[Items from a data source]
------

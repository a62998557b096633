import type { Expr } from './expression.ts';
import { readArgument } from './read-arguments.ts';
import { readEvaluation } from './read-expression.ts';
import { numberFrom } from './read-numbers.ts';
import type { Reader } from './reader.ts';

/** `(..)`, the row of values `(1,2)`, and `[..]_a^b`. */
export function readBracket(reader: Reader): Expr {
  const { start, kind } = reader.next();
  const items = readItems(reader, kind === '(' ? ')' : ']');
  const [only] = items;
  if (!only || items.length > 1) return { kind: 'matrix', rows: [items], span: reader.span(start) };
  const isScripted = kind === '[' && reader.ahead(/_|\^._/y);
  return isScripted ? readEvaluation(reader, only, start) : { ...only, bracketed: { start, end: reader.lastEnd } };
}

/** Expressions parted by commas or semicolons, up to the bracket that closes them. */
export function readItems(reader: Reader, close: string, complaint?: `missing-bracket ${string}`): Expr[] {
  return reader.enclosed(close, readList, reader.holding(), complaint);
}

/** Expressions parted by commas or semicolons. */
export function readList(reader: Reader): Expr[] {
  const items = [];
  do items.push(reader.grammar.sum(reader));
  while (reader.take(',;'));
  return items;
}

/** `\left. F \right|_a^b`. */
export function readOpenBracket(reader: Reader): Expr {
  const { start } = reader.next();
  const operand = reader.inside(reader.grammar.sum, { bars: 1 });
  if (!reader.take('|]')) reader.fail('missing-bracket \\right|');
  return readEvaluation(reader, operand, start);
}

/** A braced group in the place of a factor: displayed without brackets, so it may not hide a sum within a product. */
export function readBraces(reader: Reader): Expr {
  const before = reader.kinds[reader.index - 1] ?? '$';
  const { start } = reader.next();
  if (reader.take('}')) return reader.take('_') ? readChoose(reader, start) : reader.grammar.power(reader);
  const expr = reader.enclosed('}', reader.grammar.sum, reader.holding());
  const isLoose = !expr.bracketed && (expr.kind === 'sum' || (expr.kind === 'quotient' && expr.written !== 'fraction'));
  const around = before + reader.token.kind;
  if (isLoose && around !== '||' && !ALONE.test(around)) {
    reader.fail('missing-bracket (', { start, end: reader.lastEnd });
  }
  return expr;
}

/** The kinds before and after a group that stands alone. */
const ALONE = /^[${}()[\]⦃⦄,;&N=<>≤≥≠≈∈∨∧TBE]{2}$/;

/** `{}_nC_r`: the number of ways to choose r of n. */
function readChoose(reader: Reader, start: number): Expr {
  const top = readArgument(reader);
  if (reader.token.text !== 'C') reader.fail('missing-operand C');
  reader.next();
  reader.expect('_', 'missing-argument _');
  return { kind: 'binomial', top, bottom: readArgument(reader), span: reader.span(start) };
}

/** `|..|`: the absolute value. */
export function readBars(reader: Reader): Expr {
  const { start } = reader.next();
  const args = [reader.inside(reader.grammar.sum, { bars: reader.context.bars + 1 })];
  if (reader.token.side === 'left') reader.fail('missing-bracket |');
  reader.expect('|');
  return { kind: 'call', name: 'abs', args, span: reader.span(start) };
}

/** `\lfloor..\rfloor` and its like. */
export function readFenced(reader: Reader): Expr {
  const { start, kind } = reader.next();
  const isFloor = kind === '⌊';
  const name = isFloor ? 'floor' : 'ceil';
  const args = [reader.enclosed(isFloor ? '⌋' : '⌉', reader.grammar.sum, {}, `missing-bracket \\r${name}`)];
  return { kind: 'call', name, args, span: reader.span(start) };
}

export function readOverline(reader: Reader): Expr {
  const { start } = reader.next();
  return { kind: 'call', name: 'conj', args: [readArgument(reader)], span: reader.span(start) };
}

export function readRoot(reader: Reader): Expr {
  const { start, text } = reader.next();
  const degree = reader.take('[') ? reader.enclosed(']', reader.grammar.sum, { reversed: true }) : null;
  const atom = reader.grammar.atoms[reader.token.kind] ?? readArgument;
  const radicand = text === '' && !reader.is('({') ? reader.inside(atom) : readArgument(reader);
  return { kind: 'root', degree, radicand, span: reader.span(start) };
}

export function readFraction(reader: Reader): Expr {
  const { start, end, text } = reader.next();
  const [top = '', bottom] = text.split('⁄');
  const numerator = bottom ? numberFrom({ text: top, start, end }) : readArgument(reader, reader.holding());
  const denominator = bottom ? numberFrom({ text: bottom, start, end }) : readArgument(reader);
  return { kind: 'quotient', numerator, denominator, written: 'fraction', span: reader.span(start) };
}

export function readBinomial(reader: Reader): Expr {
  const { start } = reader.next();
  return { kind: 'binomial', top: readArgument(reader), bottom: readArgument(reader), span: reader.span(start) };
}

/** A matrix or determinant; an expression given case by case is not read. */
export function readMatrix(reader: Reader): Expr {
  const token = reader.next();
  const { start, text } = token;
  if (text === 'cases') reader.fail('piecewise', token);
  if (!/^([pbBv]|small)?matrix$|^array$/.test(text)) reader.fail('unknown-command pmatrix', token);
  const rows = reader.inside(readRows);
  readEnd(reader, text);
  const width = rows[0]?.length;
  const span = reader.span(start);
  if (rows.some((row) => row.length !== width)) reader.fail(`ragged-matrix ${width}`, span);
  const matrix: Expr = { kind: 'matrix', rows, span };
  return text === 'vmatrix' ? { kind: 'call', name: 'det', args: [matrix], span: reader.span(start) } : matrix;
}

/** The `\end` of an environment. */
export function readEnd(reader: Reader, environment: string): void {
  if (reader.token.text !== environment || !reader.take('E')) reader.fail(`missing-bracket \\end{${environment}}`);
}

function readRows(reader: Reader): Expr[][] {
  const rows: Expr[][] = [];
  do {
    if (reader.is('E') && rows.length > 0) break;
    const row = [];
    do row.push(reader.grammar.sum(reader));
    while (reader.take('&'));
    rows.push(row);
  } while (reader.take('N'));
  return rows;
}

------

#### TASK BRIEF:
Each line above should appear again, reproduced exactly.

#### SOLUTION TO THIS TASK:
repository a62998557b096633
import type { Expr } from './expression.ts';
import { readArgument } from './read-arguments.ts';
import { readEvaluation } from './read-expression.ts';
import { numberFrom } from './read-numbers.ts';
import type { Reader } from './reader.ts';

/** `(..)`, the row of values `(1,2)`, and `[..]_a^b`. */
export function readBracket(reader: Reader): Expr {
  const { start, kind } = reader.next();
  const items = readItems(reader, kind === '(' ? ')' : ']');
  const [only] = items;
  if (!only || items.length > 1) return { kind: 'matrix', rows: [items], span: reader.span(start) };
  const isScripted = kind === '[' && reader.ahead(/_|\^._/y);
  return isScripted ? readEvaluation(reader, only, start) : { ...only, bracketed: { start, end: reader.lastEnd } };
}

/** Expressions parted by commas or semicolons, up to the bracket that closes them. */
export function readItems(reader: Reader, close: string, complaint?: `missing-bracket ${string}`): Expr[] {
  return reader.enclosed(close, readList, reader.holding(), complaint);
}

/** Expressions parted by commas or semicolons. */
export function readList(reader: Reader): Expr[] {
  const items = [];
  do items.push(reader.grammar.sum(reader));
  while (reader.take(',;'));
  return items;
}

/** `\left. F \right|_a^b`. */
export function readOpenBracket(reader: Reader): Expr {
  const { start } = reader.next();
  const operand = reader.inside(reader.grammar.sum, { bars: 1 });
  if (!reader.take('|]')) reader.fail('missing-bracket \\right|');
  return readEvaluation(reader, operand, start);
}

/** A braced group in the place of a factor: displayed without brackets, so it may not hide a sum within a product. */
export function readBraces(reader: Reader): Expr {
  const before = reader.kinds[reader.index - 1] ?? '$';
  const { start } = reader.next();
  if (reader.take('}')) return reader.take('_') ? readChoose(reader, start) : reader.grammar.power(reader);
  const expr = reader.enclosed('}', reader.grammar.sum, reader.holding());
  const isLoose = !expr.bracketed && (expr.kind === 'sum' || (expr.kind === 'quotient' && expr.written !== 'fraction'));
  const around = before + reader.token.kind;
  if (isLoose && around !== '||' && !ALONE.test(around)) {
    reader.fail('missing-bracket (', { start, end: reader.lastEnd });
  }
  return expr;
}

/** The kinds before and after a group that stands alone. */
const ALONE = /^[${}()[\]⦃⦄,;&N=<>≤≥≠≈∈∨∧TBE]{2}$/;

/** `{}_nC_r`: the number of ways to choose r of n. */
function readChoose(reader: Reader, start: number): Expr {
  const top = readArgument(reader);
  if (reader.token.text !== 'C') reader.fail('missing-operand C');
  reader.next();
  reader.expect('_', 'missing-argument _');
  return { kind: 'binomial', top, bottom: readArgument(reader), span: reader.span(start) };
}

/** `|..|`: the absolute value. */
export function readBars(reader: Reader): Expr {
  const { start } = reader.next();
  const args = [reader.inside(reader.grammar.sum, { bars: reader.context.bars + 1 })];
  if (reader.token.side === 'left') reader.fail('missing-bracket |');
  reader.expect('|');
  return { kind: 'call', name: 'abs', args, span: reader.span(start) };
}

/** `\lfloor..\rfloor` and its like. */
export function readFenced(reader: Reader): Expr {
  const { start, kind } = reader.next();
  const isFloor = kind === '⌊';
  const name = isFloor ? 'floor' : 'ceil';
  const args = [reader.enclosed(isFloor ? '⌋' : '⌉', reader.grammar.sum, {}, `missing-bracket \\r${name}`)];
  return { kind: 'call', name, args, span: reader.span(start) };
}

export function readOverline(reader: Reader): Expr {
  const { start } = reader.next();
  return { kind: 'call', name: 'conj', args: [readArgument(reader)], span: reader.span(start) };
}

export function readRoot(reader: Reader): Expr {
  const { start, text } = reader.next();
  const degree = reader.take('[') ? reader.enclosed(']', reader.grammar.sum, { reversed: true }) : null;
  const atom = reader.grammar.atoms[reader.token.kind] ?? readArgument;
  const radicand = text === '' && !reader.is('({') ? reader.inside(atom) : readArgument(reader);
  return { kind: 'root', degree, radicand, span: reader.span(start) };
}

export function readFraction(reader: Reader): Expr {
  const { start, end, text } = reader.next();
  const [top = '', bottom] = text.split('⁄');
  const numerator = bottom ? numberFrom({ text: top, start, end }) : readArgument(reader, reader.holding());
  const denominator = bottom ? numberFrom({ text: bottom, start, end }) : readArgument(reader);
  return { kind: 'quotient', numerator, denominator, written: 'fraction', span: reader.span(start) };
}

export function readBinomial(reader: Reader): Expr {
  const { start } = reader.next();
  return { kind: 'binomial', top: readArgument(reader), bottom: readArgument(reader), span: reader.span(start) };
}

/** A matrix or determinant; an expression given case by case is not read. */
export function readMatrix(reader: Reader): Expr {
  const token = reader.next();
  const { start, text } = token;
  if (text === 'cases') reader.fail('piecewise', token);
  if (!/^([pbBv]|small)?matrix$|^array$/.test(text)) reader.fail('unknown-command pmatrix', token);
  const rows = reader.inside(readRows);
  readEnd(reader, text);
  const width = rows[0]?.length;
  const span = reader.span(start);
  if (rows.some((row) => row.length !== width)) reader.fail(`ragged-matrix ${width}`, span);
  const matrix: Expr = { kind: 'matrix', rows, span };
  return text === 'vmatrix' ? { kind: 'call', name: 'det', args: [matrix], span: reader.span(start) } : matrix;
}

/** The `\end` of an environment. */
export function readEnd(reader: Reader, environment: string): void {
  if (reader.token.text !== environment || !reader.take('E')) reader.fail(`missing-bracket \\end{${environment}}`);
}

function readRows(reader: Reader): Expr[][] {
  const rows: Expr[][] = [];
  do {
    if (reader.is('E') && rows.length > 0) break;
    const row = [];
    do row.push(reader.grammar.sum(reader));
    while (reader.take('&'));
    rows.push(row);
  } while (reader.take('N'));
  return rows;
}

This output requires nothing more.